Linguistiquement parlant, la controverse 5G a apporté son lot de formules choc et de petites phrases. En tant qu’écarts discursifs, les petites phrases peuvent être analysées du point de vue de l’événementialisation qu’elles créent : autrement dit, qui dit « petites phrases », dit « polémique ». Et celles-ci fleurissent effectivement à partir de 2019, alors que le déploiement commercial de la 5G est en passe de prendre corps.

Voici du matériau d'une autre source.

function drawExamination(l: FlowLayout, d: WpqDocumentData): void {
  const { visual, test } = d.examination;
  const rows = test?.method === 'bend' ? bendRows(test) : [];
  // Keep a short examination (the usual two to six specimens) on one page with its heading.
  l.heading('Examination', Math.min(5 * 14 + (rows.length + 2) * 16 + 24, 300));
  const facts: Array<[string, string]> = [
    ['Visual examination', `${RESULT_WORDS[visual.result]}${visual.remarks ? ` — ${visual.remarks}` : ''}`],
    ['Examiner', `${d.coupon.examiner.name}, certificate ${d.coupon.examiner.certificateNumber}`],
  ];
  if (d.coupon.labReportNumber) facts.push(['Lab report', d.coupon.labReportNumber]);
  if (test?.method === 'bend') {
    facts.push(['Bend tests judged to', `${criteriaName(test.criteria)} acceptance criteria`]);
  } else if (test) {
    const v: VolumetricExaminationData = test;
    facts.push([
      v.method === 'radiography' ? 'Radiography' : 'Ultrasonic examination',
      `${RESULT_WORDS[v.result]}, report ${v.reportNumber}`,
    ]);
    if (v.remarks) facts.push(['Remarks', v.remarks]);
  }
  for (const f of d.examination.visualFindings ?? []) facts.push(['Visual finding', f]);
  drawFacts(l, facts);
  for (const part of d.examination.parts ?? []) drawPart(l, part);
  if (test?.method === 'bend') {
    l.gap(6);
    l.table(
      [
        { header: 'Specimen', share: 9 },
        { header: 'Kind', share: 12 },
        { header: 'Discontinuity size', share: 18 },
        { header: 'Location', share: 10 },
        { header: 'Type', share: 13 },
        { header: 'Slag or fusion cause seen', share: 13 },
        { header: 'Specimen result', share: 13 },
      ],
      rows,
      { size: 8 },
    );
  }
  const result = d.examination.result ?? test?.result;
  if (result) {
    l.gap(test?.method === 'bend' ? 6 : 4);
    const rule = d.examination.parts?.length
      ? ' (every part of the examination must pass)'
      : test?.method === 'bend'
        ? ' (every specimen must pass)'
        : '';
    l.text(`Coupon result: ${RESULT_WORDS[result]}${rule}`, {
      size: 9.5,
      bold: true,
      color: result === 'accept' ? INK : WARN,
    });
  }
}

/** One part of the examination as performed: its verdict and criteria, what was found, its reasons. */
function drawPart(l: FlowLayout, part: ExaminationPartData): void {
  l.gap(4);
  drawFacts(l, [
    [part.name, `${RESULT_WORDS[part.result]}${part.judgedBy ? ` — judged by ${part.judgedBy}` : ''}`],
    ...part.findings.map((f): [string, string] => ['', f]),
  ]);
  for (const r of part.reasons)
    l.text(`${part.name} — ${r.clause}: ${r.message}`, { size: 8.5, color: WARN });
}

/** Label/value pairs in two columns of labels and values. */
function drawFacts(l: FlowLayout, facts: Array<[string, string]>): void {
  const labelWidth = 130;
  for (const [label, value] of facts) {
    const h = Math.max(l.heightOf(value, { size: 9 }, l.width - labelWidth), 12);
    l.ensure(h + 2);
    const y = l.y;
    l.style({ size: 8.5, color: MUTED }).text(label, l.left, y + 0.5, {
      width: labelWidth - 8,
      lineBreak: false,
    });
    l.style({ size: 9 }).text(value, l.left + labelWidth, y, { width: l.width - labelWidth, lineGap: 1 });
    l.y = y + h + 2;
  }
}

Dans un post Facebook incendiaire, l’astrophysicien Aurélien Barrau, réputé pour ses prises de position écologistes, s’exclame ainsi en avril 2019 : « la 5G est un crime contre l’environnement ». Ce à quoi Laurent Alexandre, expert IA de bpifrance, répond par une autre prédiction alarmiste : « Les collapsologues nous conduiraient rapidement à la dictature VERTE ! ». 

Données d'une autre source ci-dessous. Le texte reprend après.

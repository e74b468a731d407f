// Coupons: recording a welder's qualification test, its examination and the server's verdict; editing it
// until it is certified. One transaction per write, with its audit event.
import { recordLapseMoves } from '../lapse-watch/lapse-events.js';
import type { EntityManager } from 'typeorm';
import type { z } from 'zod';
import {
  couponRecordSchema,
  upgradeExamination,
  type CouponRecord,
  type couponListQuery,
  type couponRecordInput,
  type couponUpdateInput,
  type Upload,
} from '@beadroll/rules';
import type { AppDeps } from '../lib/context.js';
import { AppError } from '../lib/errors.js';
import { isUuid, type Actor } from '../lib/scope.js';
import { diff, recordAudit } from '../lib/audit.js';
import { companyToday } from '../settings/settings.repository.js';
import { companyShops } from '../shops/shops.service.js';
import { checkAttachments, uploadsById } from '../uploads/uploads.service.js';
import { procedureForCoupon } from '../procedures/procedures.repository.js';
import { attachmentRefs, evaluateCoupon, procedureProblem, type CouponFields } from './coupon-evaluation.js';
import { refreshContinuityStates } from '../continuity/continuity-state.repository.js';
import * as repo from './coupons.repository.js';

type CreateInput = z.output<typeof couponRecordInput>;
type UpdateInput = z.output<typeof couponUpdateInput>;
type ListQuery = z.output<typeof couponListQuery>;

const STALE =
  'Someone else changed this coupon since you opened it; reload to see their change and try again';
export const CERTIFIED_LOCKED = 'Certified coupons cannot be edited; record a new coupon';

function uploadIdsOf(rows: repo.CouponRaw[]): string[] {
  return rows.flatMap((r) => {
    const ex = upgradeExamination(r.examination) as repo.CouponRaw['examination'];
    return [
      ...(ex.bend?.specimens ?? []).flatMap((s) => (s.photoUploadId ? [s.photoUploadId] : [])),
      ...(ex.volumetric?.reportUploadId ? [ex.volumetric.reportUploadId] : []),
    ];
  });
}

function toRecord(r: repo.CouponRaw, uploads: Map<string, Upload>): CouponRecord {
  // rows written in the first shape ({ method, … }) by tools that insert directly are read in the current one
  const { visualFindings, ...ex } = upgradeExamination(r.examination) as repo.CouponRaw['examination'];
  const upload = (id: string | null | undefined) => (id && uploads.get(id)) || null;
  const examination = {
    ...ex,
    ...(ex.bend
      ? { bend: { specimens: ex.bend.specimens.map((s) => ({ ...s, photo: upload(s.photoUploadId) })) } }
      : {}),
    ...(ex.volumetric ? { volumetric: { ...ex.volumetric, report: upload(ex.volumetric.reportUploadId) } } : {}),
  };
  return couponRecordSchema.parse({
    ...r,
    visualFindings: visualFindings ?? [],
    examination,
    createdAt: r.createdAt.toISOString(),
  });
}

async function toRecords(db: EntityManager, actor: Actor, rows: repo.CouponRaw[]): Promise<CouponRecord[]> {
  const uploads = await uploadsById(db, actor.organizationId, uploadIdsOf(rows));
  return rows.map((r) => toRecord(r, uploads));
}

export async function listCoupons(deps: AppDeps, actor: Actor, q: ListQuery) {
  const db = deps.dataSource.manager;
  return { items: await toRecords(db, actor, await repo.listCoupons(db, actor, q)) };
}

export async function getCoupon(
  deps: AppDeps,
  actor: Actor,
  id: string,
  db: EntityManager = deps.dataSource.manager,
): Promise<CouponRecord> {
  const row = isUuid(id) ? await repo.findCoupon(db, actor, id) : null;
  if (!row) throw AppError.notFound('coupon');
  const [record] = await toRecords(db, actor, [row]);
  return record!;
}

/**
 * A retest names the failed coupon it retests (QW-321, D1.1 retest, API 1104 retest): it must be a
 * rejected coupon of the same welder; its date, the retests already made of it and the verdicts of the
 * other coupons of an immediate retest are taken from the records, never from the request.
 */
async function linkRetest(
  db: EntityManager,
  actor: Actor,
  input: CouponFields,
  welderId: string,
  couponId: string | null,
): Promise<CouponFields> {
  const retest = input.examination.retest;
  if (!retest) return input;
  const failed = isUuid(retest.of) ? await repo.failedCouponOf(db, actor.organizationId, welderId, retest.of) : null;
  if (!failed)
    throw AppError.validation({ 'examination.retest.of': 'Name a rejected coupon of this welder: the test this one retests' });
  const others = await repo.retestsOf(db, retest.of, couponId);
  return {
    ...input,
    examination: {
      ...input.examination,
      retest: {
        ...retest,
        failedOn: failed.testedOn,
        priorRetests: others.filter((o) => o.basis === 'immediate').length,
        companions: others.filter((o) => o.basis === 'immediate').map((o) => o.result),
      },
    },
  };
}

/** Every check against the company's records, then the evaluation: the row to write. */
async function prepare(
  deps: AppDeps,
  db: EntityManager,
  actor: Actor,
  input: CouponFields,
  welderId: string,
  couponId: string | null,
): Promise<{ write: repo.CouponWrite; uploadIds: string[] }> {
  const fields: Record<string, string> = {};
  const [shop] = await companyShops(db, actor, [input.shopId]);
  if (!shop) fields.shopId = 'Choose a shop of your company';
  const procedure = await procedureForCoupon(db, actor.organizationId, input.procedureId);
  const problem = procedure
    ? procedureProblem(procedure, input.coupon)
    : 'Choose a WPS from your company’s register';
  if (problem) fields.procedureId = problem;
  if (input.testedOn > (await companyToday(db, actor, deps.clock))) fields.testedOn = 'The test date cannot be in the future';
  if (Object.keys(fields).length > 0) throw AppError.validation(fields);

  const evaluation = evaluateCoupon(await linkRetest(db, actor, input, welderId, couponId));
  const refs = attachmentRefs(input);
  await checkAttachments(db, actor, refs);
  return {
    write: {
      shopId: input.shopId,
      procedureId: input.procedureId,
      testedOn: input.testedOn,
      code: evaluation.coupon.code,
      process: evaluation.coupon.process,
      coupon: evaluation.coupon,
      pipe: input.pipe ?? null,
      pNumbers: input.pNumbers,
      examiner: input.examiner,
      labReportNumber: input.labReportNumber,
      visual: input.visual.result,
      examination: evaluation.examination,
      result: evaluation.result,
      reasons: evaluation.reasons,
      criteriaId: evaluation.criteriaId,
      additionalCriteriaId: evaluation.additionalCriteriaId,
      evaluation: evaluation.evaluation,
      rulesVersion: evaluation.rulesVersion,
      notes: input.notes,
    },
    uploadIds: refs.map((r) => r.id),
  };
}

/** The audit snapshot of a coupon: the same JSON shape the database hands back. */
const snapshot = (w: repo.CouponWrite): Record<string, unknown> =>
  JSON.parse(JSON.stringify(w)) as Record<string, unknown>;

export async function createCoupon(deps: AppDeps, actor: Actor, input: CreateInput): Promise<CouponRecord> {
  const id = await deps.dataSource.transaction(async (db) => {
    const { welderId, ...fields } = input;
    if (!(await repo.welderOfOrganization(db, actor.organizationId, welderId)))
      throw AppError.validation({ welderId: 'Choose a welder of your company' });
    const { write, uploadIds } = await prepare(deps, db, actor, fields, welderId, null);
    const now = deps.clock.now();
    const couponId = await repo.insertCoupon(db, {
      ...write,
      organizationId: actor.organizationId,
      welderId,
      recordedBy: actor.id,
      at: now,
    });
    await repo.replaceCouponUploads(db, couponId, uploadIds);
    // A passing coupon is continuity evidence for its process on its date (every code the welder holds).
    await recordLapseMoves(db, await refreshContinuityStates(db, welderId, write.process), deps.clock);
    await recordAudit(db, actor, now, {
      action: 'coupon.created',
      entityType: 'coupon',
      entityId: couponId,
      before: null,
      after: { welderId, ...snapshot(write) },
    });
    return couponId;
  });
  return getCoupon(deps, actor, id);
}

export async function updateCoupon(
  deps: AppDeps,
  actor: Actor,
  id: string,
  input: UpdateInput,
): Promise<CouponRecord> {
  if (!isUuid(id)) throw AppError.notFound('coupon');
  await deps.dataSource.transaction(async (db) => {
    const current = await repo.lockCoupon(db, actor.organizationId, id);
    if (!current) throw AppError.notFound('coupon');
    if (current.qualificationId) throw AppError.conflict(CERTIFIED_LOCKED);
    if (current.version !== input.version) throw AppError.conflict(STALE);
    const { version: _v, ...fields } = input;
    const { write, uploadIds } = await prepare(deps, db, actor, fields, current.welderId, id);
    const changes = diff(current.snapshot, snapshot(write));
    if (changes.changed.length === 0) return;
    const now = deps.clock.now();
    if (!(await repo.updateCoupon(db, id, current.version, write, now))) throw AppError.conflict(STALE);
    await repo.replaceCouponUploads(db, id, uploadIds);
    await recordLapseMoves(db, await refreshContinuityStates(db, current.welderId, write.process), deps.clock);
    if (current.process !== write.process)
      await recordLapseMoves(db, await refreshContinuityStates(db, current.welderId, current.process), deps.clock);
    await recordAudit(db, actor, now, {
      action: 'coupon.updated',
      entityType: 'coupon',
      entityId: id,
      before: changes.before,
      after: changes.after,
    });
  });
  return getCoupon(deps, actor, id);
}

/** For certification (qualifications feature): the coupon locked in the caller's transaction. */
export async function lockCouponForCertification(db: EntityManager, actor: Actor, id: string) {
  const coupon = isUuid(id) ? await repo.lockCoupon(db, actor.organizationId, id) : null;
  if (!coupon) throw AppError.notFound('coupon');
  return coupon;
}

export { passingTestDatesSql } from './coupons.repository.js';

On pourrait s’attendre à ce que cette parole politique soit plus policée : il n’en est rien. En juillet 2020, c’est le maire écologiste de Grenoble Eric Piolle, qui ouvre le bal : « la 5G, c’est pour regarder du porno sur votre téléphone, même quand vous êtes dans l’ascenseur, en HD ». Pour l’autre camp, on retiendra le discours d’Emmanuel Macron à la French Tech, le 14 septembre, accusant les opposants de la 5G de vouloir « revenir à la lampe à huile » et au « modèle Amish »… Rhétorique qu’il a par ailleurs déjà mobilisée lors des débats sur le carburant diesel en 2016. 

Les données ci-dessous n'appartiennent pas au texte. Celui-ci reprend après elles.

// The retest as a whole (QW-321, AWS D1.1 retest, API 1104 retest) over the rows of retestsOf: the rules'
// retestSetOf groups every coupon recorded as a retest of one failed coupon as the code makes them (an
// immediate retest of two coupons is the next two immediate coupons in the order tested) and judges the
// set. Certification of a retest waits for the whole set to pass; the coupon page shows it.
import { retestSetOf as groupRetests, type CodeId, type RetestSetVerdict } from '@beadroll/rules';
import type { RetestRow } from './coupons.repository.js';

export type RetestSet = {
  verdict: RetestSetVerdict;
  coupons: Array<Pick<RetestRow, 'id' | 'testedOn' | 'result' | 'qualificationId'>>;
  /** Sets of immediate retests made of the failed coupon before this one (API 1104 allows one). */
  priorSets: number;
};

/** The set of `own` among the retests of its failed coupon (`rows`, in tested order; a new coupon comes last). */
export function retestSetOf(
  code: CodeId,
  rows: RetestRow[],
  own: Pick<RetestRow, 'id' | 'basis' | 'result' | 'testedOn'>,
): RetestSet {
  const existing = rows.find((r) => r.id === own.id);
  const mine: RetestRow = { retestOfId: '', code, qualificationId: existing?.qualificationId ?? null, ...own };
  const { coupons, verdict, priorSets } = groupRetests(code, rows, mine);
  return {
    verdict,
    coupons: coupons.map(({ id, testedOn, result, qualificationId }) => ({ id, testedOn, result, qualificationId })),
    priorSets,
  };
}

Pour clore la réflexion, émettons une hypothèse : et si la polémique était un moyen de contourner l’absence de débat démocratique organisé ? Le déploiement de la 5G a été organisé au niveau international, sans aucun débat citoyen. Or, selon Ruth Amossy, la polémique est essentielle en régime démocratique, car elle permet la coexistence de points de vue différents dans l’espace public. Mais concernant la 5G, c’est certainement la froide raison de François Rancy, le Directeur du bureau des radiocommunications de l’UIT, qui aura le dernier mot : la 5G s’imposera, juste « le temps que tous les pays surmontent les réticences nationales au changement ».

5G-09.png

La 5G, en trois enseignements :

  1. C’est parce qu’on ne sait pas vraiment ce qu’est la 5G qu’elle a réussi à s’imposer.

  2. Les innovations technologiques ne sont pas grand-chose de plus qu’un consensus qui tient la route.

  3. Qu’on soit Amish ou partisan·es du porno dans l’ascenseur, polémiquer, c’est aussi défendre la démocratie.